**Problem requirements**
Go through the entries below. Copy out every line that contains "process".

Saved entries
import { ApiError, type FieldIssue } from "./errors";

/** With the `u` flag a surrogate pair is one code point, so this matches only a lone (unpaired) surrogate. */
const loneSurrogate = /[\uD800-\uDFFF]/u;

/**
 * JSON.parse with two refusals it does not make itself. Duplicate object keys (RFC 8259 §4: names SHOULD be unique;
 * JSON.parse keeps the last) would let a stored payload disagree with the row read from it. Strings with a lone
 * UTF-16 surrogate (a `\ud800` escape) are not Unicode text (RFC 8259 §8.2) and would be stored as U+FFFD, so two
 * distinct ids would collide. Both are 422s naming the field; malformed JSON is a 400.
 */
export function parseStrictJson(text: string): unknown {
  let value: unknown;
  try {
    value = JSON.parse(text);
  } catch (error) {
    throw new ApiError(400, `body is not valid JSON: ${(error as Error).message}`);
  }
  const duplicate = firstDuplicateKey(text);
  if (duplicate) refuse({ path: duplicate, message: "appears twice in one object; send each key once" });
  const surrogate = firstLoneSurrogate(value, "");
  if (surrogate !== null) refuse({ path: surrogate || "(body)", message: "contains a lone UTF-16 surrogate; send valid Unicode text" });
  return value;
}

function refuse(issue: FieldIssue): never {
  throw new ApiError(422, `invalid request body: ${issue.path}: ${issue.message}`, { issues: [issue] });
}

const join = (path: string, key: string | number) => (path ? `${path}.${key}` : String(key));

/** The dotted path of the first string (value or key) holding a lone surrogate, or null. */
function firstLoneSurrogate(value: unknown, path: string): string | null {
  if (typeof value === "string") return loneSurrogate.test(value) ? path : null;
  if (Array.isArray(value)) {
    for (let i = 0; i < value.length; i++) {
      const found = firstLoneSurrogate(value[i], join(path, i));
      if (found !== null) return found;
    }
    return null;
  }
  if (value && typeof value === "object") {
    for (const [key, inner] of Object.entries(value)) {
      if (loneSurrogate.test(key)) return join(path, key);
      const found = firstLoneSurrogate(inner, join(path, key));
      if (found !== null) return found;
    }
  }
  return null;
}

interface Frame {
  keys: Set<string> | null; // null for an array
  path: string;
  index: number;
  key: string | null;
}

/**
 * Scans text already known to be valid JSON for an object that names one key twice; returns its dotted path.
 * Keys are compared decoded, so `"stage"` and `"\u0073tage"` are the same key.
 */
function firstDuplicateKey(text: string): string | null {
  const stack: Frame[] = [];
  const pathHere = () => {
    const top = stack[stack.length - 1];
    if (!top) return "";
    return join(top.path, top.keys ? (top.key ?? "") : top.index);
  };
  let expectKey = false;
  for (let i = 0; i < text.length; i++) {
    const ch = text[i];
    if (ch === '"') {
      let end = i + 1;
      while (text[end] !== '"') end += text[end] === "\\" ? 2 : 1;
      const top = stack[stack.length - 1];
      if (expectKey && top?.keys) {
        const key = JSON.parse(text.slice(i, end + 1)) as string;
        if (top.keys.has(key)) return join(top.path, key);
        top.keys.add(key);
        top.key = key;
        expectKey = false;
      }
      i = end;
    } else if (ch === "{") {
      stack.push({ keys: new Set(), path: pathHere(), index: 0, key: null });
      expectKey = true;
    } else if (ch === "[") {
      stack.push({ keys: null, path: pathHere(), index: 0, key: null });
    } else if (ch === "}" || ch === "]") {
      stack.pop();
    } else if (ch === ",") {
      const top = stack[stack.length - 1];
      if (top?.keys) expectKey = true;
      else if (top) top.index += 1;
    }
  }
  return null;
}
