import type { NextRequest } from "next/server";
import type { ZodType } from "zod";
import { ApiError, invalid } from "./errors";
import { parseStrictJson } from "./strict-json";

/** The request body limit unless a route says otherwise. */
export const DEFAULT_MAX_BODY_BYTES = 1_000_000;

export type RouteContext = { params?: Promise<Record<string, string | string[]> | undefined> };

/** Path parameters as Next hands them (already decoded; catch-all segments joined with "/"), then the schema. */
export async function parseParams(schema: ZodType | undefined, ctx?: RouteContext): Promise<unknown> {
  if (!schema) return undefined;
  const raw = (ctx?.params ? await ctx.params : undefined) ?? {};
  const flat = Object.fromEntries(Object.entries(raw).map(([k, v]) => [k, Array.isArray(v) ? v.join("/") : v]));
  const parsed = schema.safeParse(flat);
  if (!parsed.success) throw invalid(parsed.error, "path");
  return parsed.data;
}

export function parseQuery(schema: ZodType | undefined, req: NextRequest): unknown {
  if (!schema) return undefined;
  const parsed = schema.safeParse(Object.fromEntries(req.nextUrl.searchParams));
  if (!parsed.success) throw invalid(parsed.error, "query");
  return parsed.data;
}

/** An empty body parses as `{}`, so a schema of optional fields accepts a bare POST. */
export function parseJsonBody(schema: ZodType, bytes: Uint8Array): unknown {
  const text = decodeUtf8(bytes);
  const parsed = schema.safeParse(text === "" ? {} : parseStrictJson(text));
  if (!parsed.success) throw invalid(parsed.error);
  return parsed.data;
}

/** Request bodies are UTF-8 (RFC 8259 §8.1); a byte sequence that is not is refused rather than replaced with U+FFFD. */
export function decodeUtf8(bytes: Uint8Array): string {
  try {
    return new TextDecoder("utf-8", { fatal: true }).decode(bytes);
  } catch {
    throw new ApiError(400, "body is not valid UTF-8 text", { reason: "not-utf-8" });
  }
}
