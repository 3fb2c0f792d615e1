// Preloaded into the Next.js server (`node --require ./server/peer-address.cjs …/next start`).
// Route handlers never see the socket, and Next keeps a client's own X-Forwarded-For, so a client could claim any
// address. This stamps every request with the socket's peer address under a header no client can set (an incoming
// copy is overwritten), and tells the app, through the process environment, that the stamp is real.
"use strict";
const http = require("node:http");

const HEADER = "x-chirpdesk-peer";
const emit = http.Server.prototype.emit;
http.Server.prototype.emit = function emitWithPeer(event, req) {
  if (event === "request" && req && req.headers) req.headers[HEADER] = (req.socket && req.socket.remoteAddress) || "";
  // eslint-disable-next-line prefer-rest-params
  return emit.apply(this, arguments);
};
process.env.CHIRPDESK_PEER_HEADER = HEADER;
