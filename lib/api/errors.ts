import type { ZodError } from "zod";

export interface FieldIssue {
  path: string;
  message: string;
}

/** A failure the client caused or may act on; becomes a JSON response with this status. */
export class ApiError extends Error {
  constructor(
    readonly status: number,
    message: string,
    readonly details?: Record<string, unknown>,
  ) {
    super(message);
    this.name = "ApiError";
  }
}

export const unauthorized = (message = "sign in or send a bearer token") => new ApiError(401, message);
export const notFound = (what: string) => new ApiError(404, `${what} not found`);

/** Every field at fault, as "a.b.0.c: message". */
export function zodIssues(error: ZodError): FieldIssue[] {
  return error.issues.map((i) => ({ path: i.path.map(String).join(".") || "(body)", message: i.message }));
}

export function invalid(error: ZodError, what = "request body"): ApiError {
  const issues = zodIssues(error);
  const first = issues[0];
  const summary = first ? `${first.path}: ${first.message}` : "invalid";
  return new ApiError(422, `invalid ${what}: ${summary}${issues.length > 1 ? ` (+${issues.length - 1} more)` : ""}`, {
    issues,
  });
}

**Response area**
// copy is overwritten), and tells the app, through the process environment, that the stamp is real.
process.env.CHIRPDESK_PEER_HEADER = HEADER;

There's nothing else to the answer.